GENÇLİK SOSYOLOJİSİ (2)
Shell Gençlik Araştırması, Almanya’da 1953 yılından beri
yapılan bir çalışmadır. 2006'da yüzde 50 olan iyimser bakış oranı, 2010'da
yüzde 59'a ulaşmıştır. Aynı araştırmanın 1997 yılı verilerinde gelecekten umutlu
olan geçlerin oranı ise yüzde 53’tür.
***
Pek çok akademisyen ve yazara göre, toplumdaki genel algının aksine, 80 Kuşağı,
90 Kuşağı, 2000 kuşağı diye ayırmadan topyekün ,“12 Eylül Çocukları”, “Tüketim
Çocukları” isimleriyle anılan, 80 sonrası Türk gençliği aslında hep
etiketlendiği gibi “pasif” olarak siyasetle ilgilenmeyen, bir kuşak değildir.
***
Bu anlamda, “depolitize”(pasif, edilgen bir kimlik çizdiği
için) tanımlaması yerine, gencin tamamen kendi tercihi olarak sergilediği
“apolitik” duruşlarının bile aslında bilinçli olarak yapılmış bir seçim olduğu
ifade edilmektedir.
***
Gençler, aslında bugünkü siyaset dünyasından, ilişkilerden
hoşnut olmadıkları, siyaset dünyasının kirli bir dünya olduğunu düşündükleri ve
siyasetin gençlik sorunlarına çözüm getirebileceği inancını taşımadıkları için,
siyasete uzak durmaktadırlar.
***
Bu düşünce, siyasetle ilgilenen, ülke sorunlarına kafa yoran
gençler için de geçerlidir. Bu durumda ister istemez günümüz gençliğinin
vurdumduymaz olduğu ile ilgili oluşan algıların gençliğin doğru analiz
edilememesinden, anlaşılamamasından kaynaklandığını söylemek mümkündür.
***
Kirli olan siyasal alanda bireysel olarak var olamayacağını
düşünen gençler, kurumlara ve medyaya olan güven eksikliğinin de eklenmesi ile,
muhalif bir bireyciliğe doğru yönelmektedirler.

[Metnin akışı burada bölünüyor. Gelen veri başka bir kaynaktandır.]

//! Presentations of results for the terminal and for tools: the `check` table and JSON,
//! and the `trace` listing as text, JSON or CSV.

use crate::analysis::conclusion::{Condition, Status};
use crate::analysis::{Analysis, LayerOut, LocationResult, MemberResult};
use crate::input::Package;
use crate::trace::{Step, Style, show};
use serde::Serialize;
use serde_json::{Value, json};

#[derive(Serialize)]
struct LayerJson {
    depth: f64,
    area: f64,
    eps: f64,
    stress: f64,
    force: f64,
    #[serde(skip_serializing_if = "Option::is_none")]
    eps1: Option<f64>,
    #[serde(skip_serializing_if = "Option::is_none")]
    eps2: Option<f64>,
    eps3: f64,
    #[serde(skip_serializing_if = "Option::is_none")]
    fse: Option<f64>,
    #[serde(skip_serializing_if = "Option::is_none")]
    active: Option<bool>,
}

fn layer_json(l: &LayerOut, strand: bool) -> LayerJson {
    LayerJson {
        depth: l.depth,
        area: l.area,
        eps: l.eps,
        stress: l.stress,
        force: l.force,
        eps1: l.eps1.filter(|_| strand),
        eps2: l.eps2.filter(|_| strand),
        eps3: l.eps3,
        fse: l.fse.filter(|_| strand),
        active: strand.then_some(l.active),
    }
}

#[derive(Serialize)]
struct LocationJson<'a> {
    #[serde(skip_serializing_if = "Option::is_none")]
    name: Option<&'a str>,
    #[serde(skip_serializing_if = "Option::is_none")]
    x: Option<Option<f64>>,
    c: f64,
    a: f64,
    beta1: f64,
    zone: &'a str,
    eps_t: f64,
    phi: f64,
    mn: f64,
    phi_mn: f64,
    mu: f64,
    ratio: f64,
    control: &'a str,
    mcr: f64,
    min_reinforcement_ok: bool,
    min_reinforcement_waived: bool,
    rupture_risk: bool,
    #[serde(skip_serializing_if = "Option::is_none")]
    pass: Option<bool>,
    #[serde(skip_serializing_if = "Option::is_none")]
    status: Option<Status>,
    #[serde(skip_serializing_if = "Option::is_none")]
    conditions: Option<&'a [Condition]>,
    top_fibre_prestress_alone: f64,
    conclusion: &'a str,
    strands: Vec<LayerJson>,
    bars: Vec<LayerJson>,
    /// A named location along a member with loads: its stresses (in `locations` only:
    /// the member's own `stresses` is the summary).
    #[serde(skip_serializing_if = "Option::is_none")]
    stresses: Option<&'a [crate::analysis::stresses::StageStress]>,
}

fn location_json(l: &LocationResult, top_level: bool) -> LocationJson<'_> {
    LocationJson {
        name: (!top_level).then_some(l.name.as_str()),
        x: (!top_level).then_some(l.x),
        c: l.c,
        a: l.a,
        beta1: l.beta1,
        zone: l.zone,
        eps_t: l.eps_t,
        phi: l.phi,
        mn: l.mn,
        phi_mn: l.phi_mn,
        mu: l.mu,
        ratio: l.ratio,
        control: l.control,
        mcr: l.mcr,
        min_reinforcement_ok: l.min_reinforcement.ok,
        min_reinforcement_waived: !l.min_reinforcement.ok && l.min_reinforcement.waiver_flexure,
        rupture_risk: l.rupture_risk,
        pass: (!top_level).then_some(l.pass),
        status: (!top_level).then_some(l.status),
        conditions: (!top_level).then_some(l.conditions.as_slice()),
        top_fibre_prestress_alone: l.prestress_alone.top,
        conclusion: &l.conclusion,
        strands: l.strands.iter().map(|s| layer_json(s, true)).collect(),
        bars: l.bars.iter().map(|s| layer_json(s, false)).collect(),
        stresses: (!top_level && !l.stresses.is_empty()).then_some(l.stresses.as_slice()),
    }
}

#[derive(Serialize)]
struct MemberJson<'a> {
    id: &'a str,
    /// Name of the governing location, whose results are the member's fields.
    governing: &'a str,
    pass: bool,
    /// "pass", "conditional" (every check met, on the open conditions listed) or "fail".
    status: Status,
    /// The open conditions of every location, each with the location's name.
    conditions: Vec<NamedCondition<'a>>,
    #[serde(flatten)]
    top: LocationJson<'a>,
    locations: Vec<LocationJson<'a>>,
    /// Members with loads: every station along the span, in order of x.
    #[serde(skip_serializing_if = "Vec::is_empty")]
    stations: Vec<StationJson<'a>>,
    /// Each strand layer's prestress: its source, fpj, losses, fse and fpi.
    prestress: &'a [crate::analysis::LayerPrestress],
    /// The loss computation, where a layer's losses are computed.
    #[serde(skip_serializing_if = "Option::is_none")]
    losses: Option<&'a crate::analysis::losses::Losses>,
    /// Members with loads: the class, the stress limits, the reinforcement at release,
    /// and whether every stress is within its limit.
    #[serde(skip_serializing_if = "Option::is_none")]
    stresses: Option<&'a crate::analysis::stresses::MemberStresses>,
    /// Members whose release stresses are checked: camber at release, erection and
    /// final, and the live-load deflection against its limit.
    #[serde(skip_serializing_if = "Option::is_none")]
    camber: Option<&'a crate::analysis::camber::Camber>,
    /// The class U, T or C (members with loads), and the live-load deflection against its
    /// limit (where the camber is computed): the same as in `stresses` and `camber`.
    #[serde(skip_serializing_if = "Option::is_none")]
    class: Option<&'static str>,
    #[serde(skip_serializing_if = "Option::is_none")]
    deflection: Option<&'a crate::analysis::camber::LiveDeflection>,
}

#[derive(Serialize)]
struct StationJson<'a> {
    x: f64,
    what: &'a [String],
    mu: f64,
    mnc: f64,
    combination: &'a str,
    phi: f64,
    phi_mn: f64,
    ratio: f64,
    mcr: f64,
    min_reinforcement_ok: bool,
    status: Status,
    #[serde(skip_serializing_if = "Option::is_none")]
    end_region: Option<crate::input::model::End>,
    /// The name of its full derivation among `locations`, where it has one.
    #[serde(skip_serializing_if = "Option::is_none")]
    derived_as: Option<&'a str>,
    /// The x of the station this one mirrors: its derivation is that one's.
    #[serde(skip_serializing_if = "Option::is_none")]
    mirror_of: Option<f64>,
    /// The stresses at release (where checked), under sustained and under all service
    /// loads.
    stresses: &'a [crate::analysis::stresses::StageStress],
}

fn station_json<'a>(m: &'a MemberResult, s: &'a crate::analysis::StationRow) -> StationJson<'a> {
    StationJson {
        x: s.x,
        what: &s.what,
        mu: s.mu,
        mnc: s.mnc,
        combination: &s.combination,
        phi: s.phi,
        phi_mn: s.phi_mn,
        ratio: s.ratio,
        mcr: s.mcr,
        min_reinforcement_ok: s.min_ok,
        status: s.status,
        end_region: s.end_region,
        derived_as: s.derived.and_then(|i| m.locations.get(i)).map(|l| l.name.as_str()),
        mirror_of: s.mirror_of,
        stresses: &s.stresses,
    }
}

/// `check --json`, the whole document: the contract of the design document.
#[derive(Serialize)]
pub struct CheckDocument<'a> {
    format: u32,
    units: crate::units::UnitNames,
    pass: bool,
    status: Status,
    members: Vec<MemberJson<'a>>,
    warnings: &'a [crate::input::model::Warning],
}

pub fn check_document<'a>(pkg: &'a Package, a: &'a Analysis) -> CheckDocument<'a> {
    CheckDocument {
        format: 1,
        units: pkg.units.names(),
        pass: a.pass(),
        status: a.status(),
        members: a.members.iter().map(member_json).collect(),
        warnings: &pkg.warnings,
    }
}

#[derive(Serialize)]
struct NamedCondition<'a> {
    location: &'a str,
    #[serde(flatten)]
    condition: &'a Condition,
}

fn member_json(m: &MemberResult) -> MemberJson<'_> {
    MemberJson {
        id: &m.id,
        governing: &m.governing().name,
        pass: m.pass,
        status: m.status,
        conditions: m
            .locations
            .iter()
            .flat_map(|l| l.conditions.iter().map(|c| NamedCondition { location: &l.name, condition: c }))
            .chain(m.conditions.iter().map(|c| NamedCondition { location: "member", condition: c }))
            .collect(),
        top: location_json(m.governing(), true),
        locations: m.locations.iter().map(|l| location_json(l, false)).collect(),
        stations: m.stations.iter().map(|s| station_json(m, s)).collect(),
        prestress: &m.prestress,
        losses: m.losses.as_ref(),
        stresses: m.stresses.as_ref(),
        camber: m.camber.as_ref(),
        class: m.stresses.as_ref().map(|s| s.class.letter()),
        deflection: m.deflection.as_ref(),
    }
}

/// Appends one member as `check --json` writes it in its `members` array.
pub fn write_member_json(out: &mut Vec<u8>, m: &MemberResult) {
    // writing to memory cannot fail for these types
    let _ = serde_json::to_writer(&mut *out, &member_json(m));
}

/// Writes `check --json` from members already written (by [`write_member_json`],
/// comma-separated, in pieces in input order): the same bytes as serialising
/// [`check_document`].
pub fn write_check_json(
    w: &mut dyn std::io::Write,
    pkg: &Package,
    status: Status,
    pieces: &[Vec<u8>],
) -> std::io::Result<()> {
    w.write_all(b"{\"format\":1,\"units\":")?;
    serde_json::to_writer(&mut *w, &pkg.units.names())?;
    w.write_all(if status == Status::Fail { b",\"pass\":false,\"status\":" } else { b",\"pass\":true,\"status\":" })?;
    serde_json::to_writer(&mut *w, &status)?;
    w.write_all(b",\"members\":[")?;
    for (i, p) in pieces.iter().enumerate() {
        if i > 0 {
            w.write_all(b",")?;
        }
        w.write_all(p)?;
    }
    w.write_all(b"],\"warnings\":")?;
    serde_json::to_writer(&mut *w, &pkg.warnings)?;
    w.write_all(b"}")
}

/// `check`: one row per location, the members' stresses, the open conditions, the
/// warnings and the totals.
pub fn check_table(pkg: &Package, a: &Analysis) -> String {
    let u = pkg.units.names();
    // the open conditions, numbered as the table refers to them
    let mut open: Vec<String> = Vec::new();
    let rows = strength_rows(a, &u, &mut open);
    let mut out = format!("{} — {} ({} units)\n", pkg.meta.title, pkg.meta.project, pkg.units.label());
    out.push_str(&text_table(&rows, &|c| c < 2 || c == 5 || c == 8 || c == 14));
    out.push_str(&stress_table(a, &u, &mut open));
    if !open.is_empty() {
        out.push_str("Open conditions (the result holds only once each is settled):\n");
        for (k, text) in open.iter().enumerate() {
            out.push_str(&format!("  [{}] {text}\n", k + 1));
        }
    }
    for w in &pkg.warnings {
        out.push_str(&format!("warning: {}: {}: {}\n", w.at, w.key, w.message));
    }
    out.push_str(&totals(a));
    out
}

/// The strength table: its head and a row per location; the open conditions its rows
/// refer to are added to `open`.
fn strength_rows(a: &Analysis, u: &crate::units::UnitNames, open: &mut Vec<String>) -> Vec<Vec<String>> {
    let mut rows: Vec<Vec<String>> = vec![vec![
        "member".into(),
        "location".into(),
        format!("x ({})", u.length),
        format!("c ({})", u.length),
        format!("a ({})", u.length),
        "zone".into(),
        format!("fps ({})", u.stress),
        "eps_t (x10^-3)".into(),
        "control".into(),
        "phi".into(),
        format!("phi Mn ({})", u.moment),
        format!("Mu ({})", u.moment),
        "Mu/phi Mn".into(),
        "1.2 Mcr".into(),
        "result".into(),
    ]];
    for m in &a.members {
        for l in &m.locations {
            let fps = l
                .strands
                .iter()
                .filter(|s| s.active)
                .max_by(|x, y| x.depth.total_cmp(&y.depth))
                .map(|s| show(s.stress))
                .unwrap_or_else(|| "-".into());
            let minr = if l.min_reinforcement.ok {
                "ok"
            } else if l.min_reinforcement.waiver_flexure {
                "waived"
            } else {
                "NOT MET"
            };
            rows.push(vec![
                m.id.clone(),
                l.name.clone(),
                l.x.map(show).unwrap_or_else(|| "-".into()),
                show(l.c),
                crate::trace::show_like(l.a, l.c),
                l.zone.into(),
                fps,
                crate::trace::scaled(l.eps_t, crate::trace::Unit::Strain),
                l.control.into(),
                format!("{:.3}", l.phi),
                show(l.phi_mn),
                show(l.mu),
                crate::trace::ratio_text(l.ratio),
                minr.into(),
                match l.status {
                    Status::Conditional => format!("conditional [{}]", notes_of(open, m, l)),
                    st => st.word().into(),
                },
            ]);
        }
    }
    rows
}
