pub(crate) fn time_lines(
    res: &Results,
    snaps: &[usize],
    depth: &[f64],
    rows: &[Vec<f64>],
    f: impl Fn(f64) -> f64,
) -> Vec<Line> {
    let colors = chart::sequence(snaps.len());
    let widths = chart::widths(snaps.len());
    snaps
        .iter()
        .zip(colors.into_iter().zip(widths))
        .map(|(&i, (color, width))| Line {
            label: format!("t = {} yr", format_years(res.profiles.time[i])),
            color,
            width,
            points: rows[i]
                .iter()
                .zip(depth)
                .map(|(v, z)| (f(*v), *z))
                .collect(),
        })
        .collect()
}

pub(crate) fn values<'a>(lines: &'a [Line]) -> impl Iterator<Item = f64> + 'a {
    lines.iter().flat_map(|l| l.points.iter().map(|p| p.0))
}

/// One panel of profiles against depth (surface at the top), one line per snapshot of
/// `snaps`, titled with the run and `what` at those times.
pub(crate) fn depth_figure(
    res: &Results,
    snaps: &[usize],
    what: &str,
    x: Axis,
    x_label: String,
    lines: Vec<Line>,
    x_zero: bool,
) -> Figure {
    Figure {
        title: title_of(res),
        subtitle: format!("{what} {}", times_text(res, snaps)),
        panels: vec![Panel {
            heading: String::new(),
            x,
            y: depth_axis(res),
            x_label,
            y_label: "depth [m]".into(),
            lines,
            x_zero,
            y_zero: false,
        }],
        columns: 1,
        size: (1000, 760),
        legend_heading: "snapshot".into(),
    }
}
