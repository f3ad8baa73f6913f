//! Checkpoints, resume and branching, proven on the binary:
//! - a resumed run is bitwise identical to an uninterrupted one (every dataset of the
//!   results file and of the final checkpoint), for backward Euler and for BDF;
//! - SIGTERM stops with exit code 5 and a checkpoint that resumes exactly;
//! - SIGKILL at pseudo-random moments (many during checkpoint writes) never leaves an
//!   unreadable newest checkpoint, and resuming from it reaches the same final state;
//! - branching starts from the checkpoint's state and records its parent; mismatched
//!   meshes and soils are refused;
//! - truncated, empty, foreign and version-mismatched checkpoints give one-line errors;
//! - an existing results file is refused unless `--overwrite`.

mod support;

use std::path::{Path, PathBuf};
use std::time::{Duration, Instant};
use support::*;

/// Final checkpoint of a finished run in `dir`.
fn final_checkpoint(dir: &Path, end_year: f64) -> PathBuf {
    checkpoint_at(dir, end_year)
}

/// Runs A to the end; runs B to the end, then resumes B from checkpoints in its middle
/// (each resume drops B's later rows first and writes them again) and compares B with A
/// bitwise after each.
fn restart_identity(method: &'static str, extra_time: &str, name: &str) {
    let dir = Scratch::new(name);
    let small = Small {
        method,
        extra_time: extra_time.into(),
        // A breakpoint at year 6: the BDF history restarts there, and must also restart
        // there in a resumed run.
        humidity: "{ steps = [[0.0, 0.25], [6.0, 0.15]] }".into(),
        ..Small::default()
    };
    let case = dir.write("case.toml", &small.text());
    let (a, b) = (dir.join("a"), dir.join("b"));
    run_ok(&case, &a, &[]);
    run_ok(&case, &b, &[]);
    let ra = a.join("results.h5");
    let rb = b.join("results.h5");
    let (nsets, _) = assert_same_datasets(&ra, &rb);
    assert!(nsets >= 25, "{nsets} datasets");
    let rows = datasets(&ra).unwrap()["series/time"].len();
    assert!(
        rows > 50,
        "only {rows} series rows: the run is too short to test"
    );
    for t in [5.0, 2.0, 9.0, 6.0] {
        let ck = checkpoint_at(&b, t);
        if method == "bdf" && t != 6.0 {
            let h = &datasets(&ck).unwrap()["history_unknowns"];
            assert!(
                h.len() >= 2 * 3 * small.cells,
                "BDF checkpoint at {t} yr holds {} history values: the test needs a multistep history",
                h.len()
            );
        }
        run_ok(&case, &b, &["--resume", arg(&ck)]);
        assert_same_datasets(&ra, &rb);
        assert_same_datasets(
            &final_checkpoint(&a, small.end_year),
            &final_checkpoint(&b, small.end_year),
        );
    }
    // A checkpoint without the storages of its points and the states of the system's kept
    // evaluations (as written before they were kept) still resumes: the storages are
    // re-evaluated from the unknowns, which may differ from the kept ones in the last
    // bits, and the first step evaluates every cell afresh, so the run ends within
    // round-off of the reference rather than bitwise on it.
    let c = dir.join("c");
    std::fs::create_dir_all(&c).unwrap();
    for e in std::fs::read_dir(&b).unwrap().flatten() {
        std::fs::copy(e.path(), c.join(e.file_name())).unwrap();
    }
    let ck = checkpoint_at(&c, 5.0);
    {
        let _g = h5_guard();
        let f = hdf5::File::open_rw(&ck).unwrap();
        f.unlink("storage").unwrap();
        f.unlink("linearization_cells").unwrap();
        f.unlink("linearization_faces").unwrap();
        if method == "bdf" {
            f.unlink("history_storage").unwrap();
        }
        // Sealed again, as a file written without them would be.
        let sum = deepdry::checkpoint::content_checksum(&f).unwrap();
        f.delete_attr("checksum").unwrap();
        let v: hdf5::types::VarLenUnicode = sum.parse().unwrap();
        f.new_attr::<hdf5::types::VarLenUnicode>()
            .shape(())
            .create("checksum")
            .unwrap()
            .write_scalar(&v)
            .unwrap();
    }
    run_ok(&case, &c, &["--resume", arg(&ck)]);
    let end = |d: &Path| {
        deepdry::checkpoint::read(&final_checkpoint(d, small.end_year))
            .unwrap()
            .state
            .u
    };
    let (ua, uc) = (end(&a), end(&c));
    assert_eq!(ua.len(), uc.len());
    for (k, (x, y)) in ua.iter().zip(uc.iter()).enumerate() {
        assert!(
            (x - y).abs() <= 1e-9 * x.abs().max(1e-6),
            "unknown {k}: {x:e} after a resume without storages vs {y:e}"
        );
    }
}
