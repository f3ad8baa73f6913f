//! Reads every section of a case file, checks it, and assembles the [`Model`] in SI units.
//! The keys, units, defaults and ranges are documented in `docs/case-file.md`; keep the two
//! in step.

use super::csvfile::{self, Header};
use super::schedules::{
    self, fmt_g, GEOTHERMAL_FLUX, HEAD, HEAT_FLUX, RELATIVE_HUMIDITY, RESISTANCE, TEMPERATURE,
    T_MAX_C, T_MIN_C, T_NOTE, WATER_FLUX,
};
use super::tree::{suggest, Kind, Node, Source, Span, Table, Value};
use crate::error::Error;
use crate::mesh::{Grading, Mesh, Resolution};
use crate::model::*;
use crate::props::conductivity::FaceAveraging;
use crate::props::constants::{CELSIUS_ZERO, SECONDS_PER_YEAR};
use crate::props::retention::{DryEnd, Retention, RetentionLaw, OVEN_DRY_HEAD};
use crate::props::thermal::ThermalConductivity;
use crate::props::vapor::{Diffusivity, Enhancement};
use std::path::Path;

type R<T> = Result<T, Error>;

const ROOT_KEYS: &[&str] = &[
    "title",
    "column",
    "mesh",
    "soils",
    "layers",
    "physics",
    "surface",
    "bottom",
    "initial",
    "time",
    "output",
    "checkpoint",
    "solutes",
    "vegetation",
];

/// Default binary diffusivity of vapour in air: 2.12e-5 (T/273.15 K)^1.88 m² s⁻¹ at
/// 101325 Pa (the form of the 300 m benchmark).
pub const DEFAULT_DIFFUSIVITY: Diffusivity = Diffusivity {
    d0: 2.12e-5,
    t0: CELSIUS_ZERO,
    p0: 101_325.0,
    exponent: 1.88,
};

/// Named published forms of the diffusivity, D = d0 (T/t0)^exponent (p0/p).
/// Coefficients as recalled from the sources (from memory; check the primary text before
/// relying on the last digit).
fn named_diffusivity(name: &str) -> Diffusivity {
    match name {
        // Massman (1998), Atmos. Environ. 32(6): 0.2178 cm² s⁻¹ at 273.15 K and
        // 101.325 kPa, temperature exponent 1.81.
        "massman-1998" => Diffusivity {
            d0: 2.178e-5,
            t0: CELSIUS_ZERO,
            p0: 101_325.0,
            exponent: 1.81,
        },
        // Marrero & Mason (1972), J. Phys. Chem. Ref. Data 1: D = 1.87e-10 T^2.072 / p[atm]
        // m² s⁻¹ (280–450 K), written here relative to 273.15 K.
        _ => Diffusivity {
            d0: 1.87e-10 * CELSIUS_ZERO.powf(2.072),
            t0: CELSIUS_ZERO,
            p0: 101_325.0,
            exponent: 2.072,
        },
    }
}

/// Output folder default: `out/<case file stem>` next to the case file.
pub fn default_output_folder(origin: &str, base_dir: &Path) -> std::path::PathBuf {
    let stem = Path::new(origin)
        .file_stem()
        .and_then(|s| s.to_str())
        .filter(|s| !s.is_empty())
        .unwrap_or("case");
    base_dir.join("out").join(stem)
}

/// A number satisfying `ok`, else an error saying `allowed`.
pub(super) fn num(v: &Value, ok: impl Fn(f64) -> bool, allowed: &str) -> R<f64> {
    let x = v.f64()?;
    if ok(x) {
        Ok(x)
    } else {
        Err(v.err(allowed))
    }
}

fn positive(v: &Value) -> R<f64> {
    num(v, |x| x > 0.0, "must be > 0")
}

pub(super) fn opt_num(
    t: &Table,
    key: &str,
    ok: impl Fn(f64) -> bool,
    allowed: &str,
) -> R<Option<f64>> {
    t.get(key).map(|v| num(&v, ok, allowed)).transpose()
}

fn req_num(t: &Table, key: &str, what: &str, ok: impl Fn(f64) -> bool, allowed: &str) -> R<f64> {
    num(&t.req(key, what)?, ok, allowed)
}

/// A temperature in °C within the program's range, returned in kelvin.
fn temperature(v: &Value) -> R<f64> {
    let c = num(
        v,
        |c| (T_MIN_C..=T_MAX_C).contains(&c),
        &format!("must be in [{T_MIN_C}, {T_MAX_C}] °C{T_NOTE}"),
    )?;
    Ok(c + CELSIUS_ZERO)
}

static EMPTY_TABLE: Node = Node {
    kind: Kind::Table(Vec::new()),
    span: Span::None,
};

/// An optional section: absent reads as an empty table (all defaults).
fn optional_section<'a>(root: &Table<'a>, key: &str, allowed: &[&str]) -> R<Table<'a>> {
    match root.get(key) {
        Some(v) => v.table(allowed),
        None => Value {
            src: root.src,
            node: &EMPTY_TABLE,
            path: key.to_string(),
        }
        .table(allowed),
    }
}

fn section<'a>(root: &Table<'a>, key: &str, allowed: &[&str], what: &str) -> R<Table<'a>> {
    match root.get(key) {
        Some(v) => v.table(allowed),
        None => Err(Error::input(format!(
            "{}: missing section [{key}] ({what})",
            root.src.origin
        ))),
    }
}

Birini, bir durumu, bir olayı ya da herhangi bir şeyi
etiketlemeden önce onu iyi tanımak ve anlamak gerekmektedir. Bu kural gençlere
karşı geliştirdiğimiz bakış açısı için de geçerlidir.
***
Gençlere herhangi bir etiket yapıştırmadan önce ya da onlara
herhangi bir değer ya da yargıda bulunmadan önce anlamayı tercih edelim…
Çünkü ancak anladığımızda, doğru algılayabiliriz…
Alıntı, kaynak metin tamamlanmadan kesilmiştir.